(Stored items)
* * * * *

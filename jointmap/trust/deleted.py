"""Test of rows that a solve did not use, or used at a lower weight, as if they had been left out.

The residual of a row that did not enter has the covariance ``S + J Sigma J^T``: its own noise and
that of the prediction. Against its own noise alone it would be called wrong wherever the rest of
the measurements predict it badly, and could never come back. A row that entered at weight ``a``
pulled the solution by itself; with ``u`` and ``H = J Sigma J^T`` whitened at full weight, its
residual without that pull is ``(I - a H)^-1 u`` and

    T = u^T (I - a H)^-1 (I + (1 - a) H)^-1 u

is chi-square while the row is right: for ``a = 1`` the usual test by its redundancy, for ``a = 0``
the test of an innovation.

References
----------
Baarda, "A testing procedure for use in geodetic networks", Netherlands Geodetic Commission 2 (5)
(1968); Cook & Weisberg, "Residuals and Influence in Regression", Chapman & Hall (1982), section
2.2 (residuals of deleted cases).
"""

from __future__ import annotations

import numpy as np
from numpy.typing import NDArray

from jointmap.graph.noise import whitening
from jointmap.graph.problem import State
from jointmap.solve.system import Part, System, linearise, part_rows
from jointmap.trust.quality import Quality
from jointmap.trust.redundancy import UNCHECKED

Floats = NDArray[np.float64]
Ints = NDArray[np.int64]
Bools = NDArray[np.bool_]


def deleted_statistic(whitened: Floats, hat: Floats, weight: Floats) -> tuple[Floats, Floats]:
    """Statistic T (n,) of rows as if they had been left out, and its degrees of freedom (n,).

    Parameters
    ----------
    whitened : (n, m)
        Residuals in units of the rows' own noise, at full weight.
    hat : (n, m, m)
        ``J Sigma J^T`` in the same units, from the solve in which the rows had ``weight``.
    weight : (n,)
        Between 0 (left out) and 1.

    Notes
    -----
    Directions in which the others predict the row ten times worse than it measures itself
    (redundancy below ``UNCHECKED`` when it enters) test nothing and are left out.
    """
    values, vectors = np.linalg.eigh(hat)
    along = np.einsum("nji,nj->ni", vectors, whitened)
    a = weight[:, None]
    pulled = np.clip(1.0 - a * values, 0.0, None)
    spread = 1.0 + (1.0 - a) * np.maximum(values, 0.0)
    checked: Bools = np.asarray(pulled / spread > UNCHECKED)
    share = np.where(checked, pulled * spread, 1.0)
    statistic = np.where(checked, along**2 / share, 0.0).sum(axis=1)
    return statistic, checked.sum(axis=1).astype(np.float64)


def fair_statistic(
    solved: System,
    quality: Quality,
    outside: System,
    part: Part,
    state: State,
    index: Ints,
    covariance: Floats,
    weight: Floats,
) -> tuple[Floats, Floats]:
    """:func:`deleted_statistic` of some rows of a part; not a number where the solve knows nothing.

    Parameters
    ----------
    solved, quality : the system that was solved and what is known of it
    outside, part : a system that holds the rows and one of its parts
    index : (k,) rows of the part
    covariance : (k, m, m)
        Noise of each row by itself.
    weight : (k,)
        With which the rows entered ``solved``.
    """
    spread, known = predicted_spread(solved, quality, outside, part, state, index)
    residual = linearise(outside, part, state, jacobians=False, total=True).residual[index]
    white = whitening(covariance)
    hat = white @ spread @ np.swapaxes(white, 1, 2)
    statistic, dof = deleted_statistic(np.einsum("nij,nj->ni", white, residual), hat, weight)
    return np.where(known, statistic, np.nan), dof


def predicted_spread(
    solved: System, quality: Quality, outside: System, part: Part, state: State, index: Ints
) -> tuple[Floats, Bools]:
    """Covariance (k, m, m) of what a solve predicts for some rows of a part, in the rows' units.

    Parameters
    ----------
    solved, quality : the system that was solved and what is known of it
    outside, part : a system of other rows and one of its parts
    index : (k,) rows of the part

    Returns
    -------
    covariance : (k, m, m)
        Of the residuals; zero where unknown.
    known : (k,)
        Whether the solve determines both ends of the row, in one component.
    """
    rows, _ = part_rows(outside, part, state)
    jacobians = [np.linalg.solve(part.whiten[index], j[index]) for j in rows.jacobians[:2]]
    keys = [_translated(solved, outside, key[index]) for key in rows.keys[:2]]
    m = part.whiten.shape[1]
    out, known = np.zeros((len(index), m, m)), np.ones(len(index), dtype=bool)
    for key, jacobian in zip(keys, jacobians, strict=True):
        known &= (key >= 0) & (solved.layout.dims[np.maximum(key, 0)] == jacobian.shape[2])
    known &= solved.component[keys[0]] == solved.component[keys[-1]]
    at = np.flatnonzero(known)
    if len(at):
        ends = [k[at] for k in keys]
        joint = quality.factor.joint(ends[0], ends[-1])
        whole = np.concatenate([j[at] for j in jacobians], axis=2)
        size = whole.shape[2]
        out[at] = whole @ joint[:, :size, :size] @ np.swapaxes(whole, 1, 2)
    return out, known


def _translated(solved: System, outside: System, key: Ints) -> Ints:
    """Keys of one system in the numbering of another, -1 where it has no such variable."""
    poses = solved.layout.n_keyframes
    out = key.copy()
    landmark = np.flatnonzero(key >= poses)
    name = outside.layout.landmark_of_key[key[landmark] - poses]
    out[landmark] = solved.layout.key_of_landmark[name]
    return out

* * * * *

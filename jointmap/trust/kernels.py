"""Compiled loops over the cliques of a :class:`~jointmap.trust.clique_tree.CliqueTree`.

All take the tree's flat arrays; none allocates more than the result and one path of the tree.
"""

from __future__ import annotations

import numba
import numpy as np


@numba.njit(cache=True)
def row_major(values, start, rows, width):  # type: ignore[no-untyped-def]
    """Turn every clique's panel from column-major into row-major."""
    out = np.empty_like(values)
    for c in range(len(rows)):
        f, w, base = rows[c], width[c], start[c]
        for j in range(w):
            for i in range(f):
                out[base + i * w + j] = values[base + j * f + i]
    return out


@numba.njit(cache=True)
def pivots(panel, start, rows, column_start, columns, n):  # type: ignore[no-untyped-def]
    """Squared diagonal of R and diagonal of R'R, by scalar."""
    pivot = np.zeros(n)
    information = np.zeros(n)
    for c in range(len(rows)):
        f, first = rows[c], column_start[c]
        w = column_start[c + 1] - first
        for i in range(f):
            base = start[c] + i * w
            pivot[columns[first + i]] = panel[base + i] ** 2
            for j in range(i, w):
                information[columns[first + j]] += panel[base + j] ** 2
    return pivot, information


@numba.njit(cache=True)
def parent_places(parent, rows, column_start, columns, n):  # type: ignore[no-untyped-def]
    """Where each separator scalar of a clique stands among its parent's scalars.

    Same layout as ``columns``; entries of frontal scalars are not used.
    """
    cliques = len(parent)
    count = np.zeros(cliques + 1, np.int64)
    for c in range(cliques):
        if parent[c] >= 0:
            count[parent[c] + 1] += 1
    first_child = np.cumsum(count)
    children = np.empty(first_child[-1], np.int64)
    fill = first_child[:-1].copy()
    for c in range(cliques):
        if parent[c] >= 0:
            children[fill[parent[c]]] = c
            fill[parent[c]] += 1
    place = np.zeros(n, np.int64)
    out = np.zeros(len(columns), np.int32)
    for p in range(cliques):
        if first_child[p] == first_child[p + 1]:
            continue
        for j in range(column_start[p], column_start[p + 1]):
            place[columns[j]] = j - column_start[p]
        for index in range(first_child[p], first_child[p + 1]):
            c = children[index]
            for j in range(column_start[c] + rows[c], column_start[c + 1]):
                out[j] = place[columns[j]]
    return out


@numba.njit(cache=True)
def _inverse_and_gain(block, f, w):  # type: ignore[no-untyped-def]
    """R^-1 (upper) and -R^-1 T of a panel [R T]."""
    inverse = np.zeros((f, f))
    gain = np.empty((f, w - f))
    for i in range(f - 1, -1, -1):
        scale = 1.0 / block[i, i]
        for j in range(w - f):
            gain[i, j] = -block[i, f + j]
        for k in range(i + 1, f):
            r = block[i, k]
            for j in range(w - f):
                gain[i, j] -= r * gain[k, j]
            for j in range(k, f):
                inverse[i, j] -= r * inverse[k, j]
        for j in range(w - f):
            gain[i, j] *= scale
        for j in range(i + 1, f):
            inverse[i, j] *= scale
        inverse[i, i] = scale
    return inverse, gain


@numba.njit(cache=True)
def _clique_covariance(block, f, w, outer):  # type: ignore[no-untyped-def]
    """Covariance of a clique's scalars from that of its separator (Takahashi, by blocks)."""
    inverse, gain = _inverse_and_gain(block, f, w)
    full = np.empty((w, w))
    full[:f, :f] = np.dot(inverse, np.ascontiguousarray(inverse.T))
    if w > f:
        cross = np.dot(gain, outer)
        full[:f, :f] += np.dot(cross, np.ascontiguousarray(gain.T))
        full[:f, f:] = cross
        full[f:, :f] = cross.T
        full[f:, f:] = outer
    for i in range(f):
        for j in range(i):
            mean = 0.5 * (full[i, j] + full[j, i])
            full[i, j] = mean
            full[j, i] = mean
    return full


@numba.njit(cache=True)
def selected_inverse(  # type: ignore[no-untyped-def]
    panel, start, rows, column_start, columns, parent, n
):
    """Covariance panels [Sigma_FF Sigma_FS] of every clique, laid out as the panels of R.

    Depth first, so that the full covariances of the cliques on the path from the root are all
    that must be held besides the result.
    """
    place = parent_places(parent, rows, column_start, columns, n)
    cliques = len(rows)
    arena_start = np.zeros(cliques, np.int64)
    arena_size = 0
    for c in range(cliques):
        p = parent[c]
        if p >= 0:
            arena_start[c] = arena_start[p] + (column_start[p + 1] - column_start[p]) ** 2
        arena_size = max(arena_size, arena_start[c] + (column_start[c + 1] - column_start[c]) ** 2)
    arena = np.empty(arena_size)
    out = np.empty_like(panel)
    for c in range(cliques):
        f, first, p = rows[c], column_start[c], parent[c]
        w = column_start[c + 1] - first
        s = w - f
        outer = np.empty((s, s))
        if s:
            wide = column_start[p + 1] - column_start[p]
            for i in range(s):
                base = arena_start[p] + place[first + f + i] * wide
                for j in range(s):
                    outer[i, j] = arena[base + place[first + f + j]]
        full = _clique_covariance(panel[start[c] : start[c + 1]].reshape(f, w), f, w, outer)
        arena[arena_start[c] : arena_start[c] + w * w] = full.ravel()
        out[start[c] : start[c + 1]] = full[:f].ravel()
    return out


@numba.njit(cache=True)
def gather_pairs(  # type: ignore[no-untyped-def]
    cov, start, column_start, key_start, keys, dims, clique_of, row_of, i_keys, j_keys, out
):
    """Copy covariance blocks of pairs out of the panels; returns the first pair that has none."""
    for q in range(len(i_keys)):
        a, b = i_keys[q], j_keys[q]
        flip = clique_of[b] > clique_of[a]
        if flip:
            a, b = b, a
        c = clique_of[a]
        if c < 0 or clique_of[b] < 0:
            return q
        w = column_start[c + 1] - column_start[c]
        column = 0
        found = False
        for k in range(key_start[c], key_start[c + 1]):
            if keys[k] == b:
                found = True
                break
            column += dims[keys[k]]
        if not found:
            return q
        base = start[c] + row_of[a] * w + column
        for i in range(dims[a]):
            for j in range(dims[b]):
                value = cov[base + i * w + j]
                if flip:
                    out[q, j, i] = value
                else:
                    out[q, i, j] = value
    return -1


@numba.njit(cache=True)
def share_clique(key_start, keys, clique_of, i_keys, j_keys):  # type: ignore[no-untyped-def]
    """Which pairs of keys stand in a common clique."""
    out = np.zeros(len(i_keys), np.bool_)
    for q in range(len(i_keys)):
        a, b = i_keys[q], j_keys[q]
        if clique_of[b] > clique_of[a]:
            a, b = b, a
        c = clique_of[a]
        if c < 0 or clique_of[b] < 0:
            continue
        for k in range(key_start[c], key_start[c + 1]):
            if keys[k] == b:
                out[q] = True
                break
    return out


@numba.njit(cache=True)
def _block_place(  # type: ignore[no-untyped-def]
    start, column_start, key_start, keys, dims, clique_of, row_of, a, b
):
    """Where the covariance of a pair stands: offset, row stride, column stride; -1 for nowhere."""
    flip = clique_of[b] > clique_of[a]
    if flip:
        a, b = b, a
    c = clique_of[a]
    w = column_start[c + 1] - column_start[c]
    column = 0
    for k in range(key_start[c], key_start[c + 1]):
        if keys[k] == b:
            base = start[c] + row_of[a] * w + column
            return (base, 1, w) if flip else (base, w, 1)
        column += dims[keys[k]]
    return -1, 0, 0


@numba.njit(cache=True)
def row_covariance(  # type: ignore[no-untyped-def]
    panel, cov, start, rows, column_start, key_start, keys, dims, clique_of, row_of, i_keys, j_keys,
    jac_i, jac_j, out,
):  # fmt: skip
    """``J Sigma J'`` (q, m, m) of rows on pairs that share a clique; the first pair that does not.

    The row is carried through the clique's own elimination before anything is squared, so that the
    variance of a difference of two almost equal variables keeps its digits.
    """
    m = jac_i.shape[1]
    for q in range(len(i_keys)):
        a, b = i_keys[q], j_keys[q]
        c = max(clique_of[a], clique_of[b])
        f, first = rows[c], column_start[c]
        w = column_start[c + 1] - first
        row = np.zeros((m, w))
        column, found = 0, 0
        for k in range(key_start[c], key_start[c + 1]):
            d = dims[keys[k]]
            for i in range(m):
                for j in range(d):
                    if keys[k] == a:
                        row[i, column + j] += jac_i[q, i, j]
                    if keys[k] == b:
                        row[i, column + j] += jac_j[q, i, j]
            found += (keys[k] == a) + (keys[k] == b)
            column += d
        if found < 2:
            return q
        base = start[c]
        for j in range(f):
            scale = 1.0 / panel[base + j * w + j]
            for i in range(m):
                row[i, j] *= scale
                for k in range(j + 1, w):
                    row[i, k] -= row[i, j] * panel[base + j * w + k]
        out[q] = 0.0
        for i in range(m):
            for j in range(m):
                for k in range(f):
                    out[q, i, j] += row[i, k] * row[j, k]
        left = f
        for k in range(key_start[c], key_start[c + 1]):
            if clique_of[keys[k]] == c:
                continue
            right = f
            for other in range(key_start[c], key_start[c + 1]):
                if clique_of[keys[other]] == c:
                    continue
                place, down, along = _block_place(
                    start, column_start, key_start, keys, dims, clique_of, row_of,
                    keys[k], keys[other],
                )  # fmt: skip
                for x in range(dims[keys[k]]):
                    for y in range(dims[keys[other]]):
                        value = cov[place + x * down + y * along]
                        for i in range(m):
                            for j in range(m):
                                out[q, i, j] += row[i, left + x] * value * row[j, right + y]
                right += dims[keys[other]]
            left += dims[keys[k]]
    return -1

* * * * *

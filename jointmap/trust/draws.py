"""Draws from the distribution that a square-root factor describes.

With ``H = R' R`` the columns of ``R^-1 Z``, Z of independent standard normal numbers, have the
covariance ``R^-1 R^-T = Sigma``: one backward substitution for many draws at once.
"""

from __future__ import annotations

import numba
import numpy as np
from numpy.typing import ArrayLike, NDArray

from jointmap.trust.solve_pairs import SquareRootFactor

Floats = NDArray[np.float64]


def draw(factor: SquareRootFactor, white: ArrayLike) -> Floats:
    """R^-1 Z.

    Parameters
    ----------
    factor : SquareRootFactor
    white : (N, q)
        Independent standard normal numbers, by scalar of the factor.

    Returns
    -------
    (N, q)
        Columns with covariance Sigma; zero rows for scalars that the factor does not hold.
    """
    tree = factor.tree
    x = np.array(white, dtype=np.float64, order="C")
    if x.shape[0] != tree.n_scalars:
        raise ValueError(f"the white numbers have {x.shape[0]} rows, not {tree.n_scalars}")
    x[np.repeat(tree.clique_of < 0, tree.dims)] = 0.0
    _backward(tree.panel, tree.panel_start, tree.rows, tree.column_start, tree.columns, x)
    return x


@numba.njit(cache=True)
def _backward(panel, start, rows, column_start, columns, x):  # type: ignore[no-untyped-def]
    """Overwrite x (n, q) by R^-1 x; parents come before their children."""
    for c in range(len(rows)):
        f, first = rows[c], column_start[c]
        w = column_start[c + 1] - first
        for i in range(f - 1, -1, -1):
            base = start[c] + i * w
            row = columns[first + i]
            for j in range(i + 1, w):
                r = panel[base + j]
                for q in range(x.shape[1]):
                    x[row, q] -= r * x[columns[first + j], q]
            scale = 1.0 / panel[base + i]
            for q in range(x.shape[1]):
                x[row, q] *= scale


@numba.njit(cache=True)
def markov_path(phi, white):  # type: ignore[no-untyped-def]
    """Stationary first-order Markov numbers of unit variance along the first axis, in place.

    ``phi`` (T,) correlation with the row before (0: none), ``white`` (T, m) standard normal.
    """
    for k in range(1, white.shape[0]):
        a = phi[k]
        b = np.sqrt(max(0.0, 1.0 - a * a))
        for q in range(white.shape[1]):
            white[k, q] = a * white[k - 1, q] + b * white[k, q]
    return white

* * * * *

» What to work on: What are the lines, exactly as written above, from the line with "filename jointmap/trust/deleted.py" to the line with "The residual of", both included? Output only those.

» Response to this exercise:
filename jointmap/trust/deleted.py
"""Test of rows that a solve did not use, or used at a lower weight, as if they had been left out.

The residual of a row that did not enter has the covariance ``S + J Sigma J^T``: its own noise and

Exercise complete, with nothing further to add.